今回紹介する『Sciencescape』は比較的新しい論文検索サービスですが、インターネットの最近のトレンドを取り入れたユニークな仕様となっています。その特徴を紹介します。

ニュースキュレーションアプリのような機能

Sciencescapeを利用するには、メールアドレスでアカウントを作成するか、Facebookアカウントで連携させる必要があります(無料)。

Sciencescapeの大きな特徴は「フォロー(Follow)」です。これは、キーワードを登録すると、そのキーワードに合致する論文がサイト内に自動で表示されます。他の検索サービスでは、毎回キーワードを入力しなければいけませんが、Sciencescapeはワンクリックでキーワードを検索できます。登録したキーワードによる検索結果は「Stream」と呼ばれています。

また、検索結果から個々の論文をクリックすれば、その論文の要旨をSciencescape内で読むことができ(全文にアクセスするための各ジャーナルサイトへのリンクもあります)、気になる論文は「Library」を呼ばれるフォルダにブックマークできます。Libraryはメールで共有できるので、新しく入った学生に読ませたい論文をLibraryにまとめておいて、新人が入ってくるたびにメールで論文を読むよう指示するという使い方もできるでしょう。

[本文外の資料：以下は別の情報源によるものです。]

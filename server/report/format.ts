/**
 * How the report writes numbers, units, durations and dates. Every figure goes through
 * `fmt` (models/result/summary-text.ts), the same four-significant-digit formatting as the
 * terminal summary, so the tests can format the engine's value and find it in the text.
 */
import { fmt } from '../../models/result/summary-text.ts';

export { fmt };

/** Units as printed: the "u" that scenarios type for micro becomes µ ("ug/L" → "µg/L"). */
export function unitText(unit: string): string {
  return unit.replace(/(^|[^A-Za-z])u(g|mol|L|l)(?![A-Za-z])/g, '$1µ$2');
}

export function withUnit(value: number | null | undefined, unit: string): string {
  const text = fmt(value);
  return text === '—' ? text : `${text} ${unitText(unit)}`;
}

/**
 * A duration in the scenario's time unit, shown in minutes when it is under an hour of an
 * hour-based scenario ("lag 20 min" rather than "lag 0.3333 h").
 */
export function duration(value: number, timeUnit: string): string {
  if (timeUnit === 'h' && value > 0 && value < 1) return `${fmt(value * 60)} min`;
  if ((timeUnit === 'day' || timeUnit === 'd') && value > 0 && value < 1) return `${fmt(value * 24)} h`;
  return `${fmt(value)} ${timeUnit}`;
}

export function percent(fraction: number | null | undefined): string {
  if (fraction === null || fraction === undefined || !Number.isFinite(fraction)) return '—';
  return `${fmt(100 * fraction, 3)}%`;
}

/** "2026-03-04 09:15 UTC": the run's date and time, in UTC so that it reads the same wherever the server runs. */
export function clock(date: Date): string {
  const iso = date.toISOString();
  return `${iso.slice(0, 10)} ${iso.slice(11, 16)} UTC`;
}

/** A time written in the scenario unit, with days added for long hour-based spans ("336 h (day 14)"). */
export function timePoint(value: number, timeUnit: string): string {
  const base = `${fmt(value)} ${timeUnit}`;
  if (timeUnit === 'h' && value >= 48 && Number.isInteger(value / 24)) return `${base} (day ${fmt(value / 24)})`;
  return base;
}

/** A file-name-safe slug of a title: "Brennock 400 mg…" → "brennock-400-mg". */
export function slug(text: string, fallback = 'scenario'): string {
  const s = text
    .toLowerCase()
    .normalize('NFKD')
    .replace(/[^a-z0-9]+/g, '-')
    .replace(/^-+|-+$/g, '')
    .slice(0, 60)
    .replace(/-+$/, '');
  return s || fallback;
}

/** The report's download name: tidemark-<slug of the title>-<fingerprint>.pdf. */
export function reportFileName(title: string, fingerprint: string): string {
  return `tidemark-${slug(title)}-${fingerprint}.pdf`;
}
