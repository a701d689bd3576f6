/**
 * Problems in the trade's words, each at the one field that has it: one cause, one message,
 * quoting what was typed.
 */
import { readFileSync } from 'node:fs';
import { describe, expect, it } from 'vitest';
import { normaliseScenario } from '../../models/scenario/normalize.ts';

type Scenario = Record<string, any>;
const brennock: Scenario = JSON.parse(readFileSync('samples/brennock-oral-bid.json', 'utf8'));

function problems(change: (s: Scenario) => void): { path: string; message: string }[] {
  const s = structuredClone(brennock);
  change(s);
  const r = normaliseScenario(s);
  return r.ok ? [] : r.problems;
}

describe('a bad volume is reported once, at the volume', () => {
  // Before: the target window on 'central' also said "'central' has no volume".
  it.each([
    [-20, 'must be positive'],
    ['20 LL', "could not read the unit 'LL' in '20 LL'"],
    ['42,5', "'42,5' has a decimal comma; write a decimal point: '42.5'"],
  ])('%s', (volume, message) => {
    expect(problems((s) => (s.compartments[1].volume = volume))).toEqual([{ path: 'compartments[1].volume', message }]);
  });

  it('a compartment without a volume still may not carry a window', () => {
    expect(problems((s) => (s.output.thresholds[0].compartment = 'gut'))).toEqual([
      { path: 'output.thresholds[0].compartment', message: "'gut' has no volume, so it has no concentration" },
    ]);
  });
});

describe('bioavailability as a fraction or a percentage', () => {
  it.each([
    [0.85, 0.85],
    ['0.85', 0.85],
    ['85%', 0.85],
    ['85 %', 0.85],
    ['100%', 1],
    [0, 0],
  ])('%s is read as %s', (written, fraction) => {
    const s = structuredClone(brennock);
    s.doses[0].bioavailability = written;
    const r = normaliseScenario(s);
    expect(r.ok).toBe(true);
    if (r.ok) expect(r.value.doseLines[0].bioavailability).toBeCloseTo(fraction, 15);
  });

  it.each([
    [85, /got 85; 85 looks like a percentage — write "85%" or 0\.85/],
    ['120%', /got '120%'/],
    [-0.1, /must be a fraction from 0 to 1/],
    ['most', /expected a fraction from 0 to 1 or a percentage such as "85%", got 'most'/],
  ])('%s is refused with a hint', (written, message) => {
    const found = problems((s) => (s.doses[0].bioavailability = written));
    expect(found).toHaveLength(1);
    expect(found[0].path).toBe('doses[0].bioavailability');
    expect(found[0].message).toMatch(message);
  });
});

describe("the validator's messages in plain words", () => {
  it.each([
    [(s: Scenario) => (s.doses[0].count = 0), 'doses[0].count', 'must be at least 1'],
    [(s: Scenario) => (s.doses[0].count = 1.5), 'doses[0].count', 'must be a whole number, got the number 1.5'],
    [(s: Scenario) => (s.doses[0].count = '3'), 'doses[0].count', "must be a number, got the text '3'"],
    [(s: Scenario) => (s.solver = { rtol: 2 }), 'solver.rtol', 'must be at most 0.1'],
    [(s: Scenario) => (s.compartments = []), 'compartments', 'needs at least 1 entry'],
    [(s: Scenario) => (s.doses = {}), 'doses', 'must be a list, got an object'],
    [(s: Scenario) => (s.title = ''), 'title', 'must not be empty'],
    [
      (s: Scenario) => (s.solver = { method: 'rk45' }),
      'solver.method',
      "must be one of 'auto', 'exact', 'dopri5', 'dop853', 'rosenbrock', 'euler', 'heun', 'rk4', 'abm2', got the text 'rk45'",
    ],
  ])('%#', (change, path, message) => {
    expect(problems(change)).toEqual([{ path, message }]);
  });
});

さらに、その論文に当てはまるキーワードが表示され、新たにそのキーワードをフォローでき、内容が類似する他の論文を表示するレコメンデーション機能もあります。このあたりは、スマートフォン向けのニュースキュレーションアプリに近い機能といえるでしょう。通常のキーワード検索だけでは見つからなかった論文が見つかるのかもしれません。

独自指標で論文を検索

Sciencescapeでは、「Eigenfactor」という独自の指標を使って、検索を行っています。 Eigenfactorは、ある論文が引用された回数だけでなく、引用の引用(いわゆる「孫引き」)も含めて、芋づる式に引用回数を計算して導き出した指標です(詳細はEigenfactor Metricsに記載
https://sciencescape.org/eigenfactor)。

そのため、どうしても昔の論文が検索のトップに表示されやすくなります。このときには、新着順に並べたり、1ヶ月以内に掲載された論文のみに絞り込めたりするなど、表示順を工夫する必要があります。

現在、Sciencescapeは医学・生物学のみをカバーしています。検索エンジンが独特なSciencescapeですが、レコメンデーション機能は他のサービスにはないものです。試す価値はあるサービスといえるでしょう。